(Task details):
If a line of the material contains "clause", copy it.

□ □ □ □ □

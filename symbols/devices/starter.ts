import { circlePath, defineDrawing, directCurrentPath } from './drawing.ts';

/** MS: the motor that starts the engine; the dashed lead at the left is its solenoid's. */
export const starter = defineDrawing({
  kind: 'starter',
  art: () => ({
    strokes: `${circlePath(16, 24, 14)}M16 0V10M16 38V48${directCurrentPath(16, 29)}`,
    dashes: 'M2.25 16H4.5',
    letters: [{ x: 16, y: 21, text: 'MS', size: 10 }],
  }),
});
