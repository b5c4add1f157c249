import { defineRule } from '#shared/rules/rule.ts';
import { openTerminals } from '#shared/solve/openings.ts';
import { callOf } from '#shared/solve/ratings.ts';

/**
 * Every terminal a device needs has a run on it, or sits on a stud.
 *
 * Why: a drawing with an open terminal is not finished, and what is behind it is not proved.
 * Source: none; it is what a drawing shows.
 * Says nothing about terminals that may stay open, such as the spare studs of a busbar or a sense lead.
 */
export const terminalOpen = defineRule({
  id: 'topology/terminal-open',
  title: 'A terminal is open',
  severity: 'should',
  sources: {
    'abyc-e11': { title: 'Ampwright', clause: 'what a drawing shows' },
    'iso-13297': { title: 'Ampwright', clause: 'what a drawing shows' },
  },
  message: 'Nothing is connected to terminal {terminal} of {device}.',

  *check(proof) {
    for (const { device, terminal } of openTerminals(proof)) {
      yield { subject: { device: device.id, terminal }, figures: { device: callOf(device), terminal } };
    }
  },
});
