import { boxPath, circlePath, defineDrawing } from './drawing.ts';

/** The conductor runs through. Filled caps say class T; a ring says that it sits on a stud. */
export const fuse = defineDrawing({
  kind: 'fuse',
  art: (device) => {
    if (device.symbol === 'stud') {
      return { strokes: `${boxPath(12, 3, 28, 10)}M5 8H48${circlePath(0, 8, 5)}` };
    }
    const strokes = `${boxPath(8, 3, 32, 10)}M0 8H48`;
    if (device.symbol === 'class-t') return { strokes, fills: boxPath(8, 3, 5, 10) + boxPath(35, 3, 5, 10) };
    return { strokes };
  },
});
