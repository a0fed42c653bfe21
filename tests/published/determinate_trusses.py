"""Statically determinate trusses from textbooks, course notes and manuals."""

from __future__ import annotations

from math import cos, radians, sin, sqrt

from published.example import Example

HOLTZ = (
    "N. M. Holtz with H. A. Khoo and G. A. Hartley, Structural Analysis, open book, Carleton University (CIVE 3203), "
    "repository commit ecad8189, 2022"
)
FOSSEE = "Public university companion of worked code no. 3862 (FOSSEE, IIT Bombay; parent textbook not confirmed)"
BEER = "Beer & Johnston, Vector Mechanics for Engineers: Statics"

_R3 = sqrt(3)
_WARREN_HEIGHT = sqrt(84)
_K_TOP = {name: (4.0 * i, 4.0) for i, name in enumerate("abcdefg")}
_K_BOTTOM = {name: (4.0 * i, 0.0) for i, name in enumerate("nopqrst")}
_K_MIDDLE = {name: (x, 2.0) for name, x in zip("hijklm", (0.0, 4.0, 8.0, 16.0, 20.0, 24.0), strict=True)}
_WARREN_7 = {
    **{name: (4.0 * i, 0.0) for i, name in enumerate("ACEGIKMO")},
    **{name: (4.0 * i + 2, 2 * _R3) for i, name in enumerate("BDFHJLN")},
}
_SECTIONS_TOP = {f"t{i}": (8.0 * i, 10.0) for i in range(6)}
_SECTIONS_BOTTOM = {f"b{i}": (8.0 * i, 0.0) for i in range(5)}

□ □ □ □ □

(Your solution):
    'abyc-e11': { title: 'Ampwright', clause: 'what a drawing shows' },
    'iso-13297': { title: 'Ampwright', clause: 'what a drawing shows' },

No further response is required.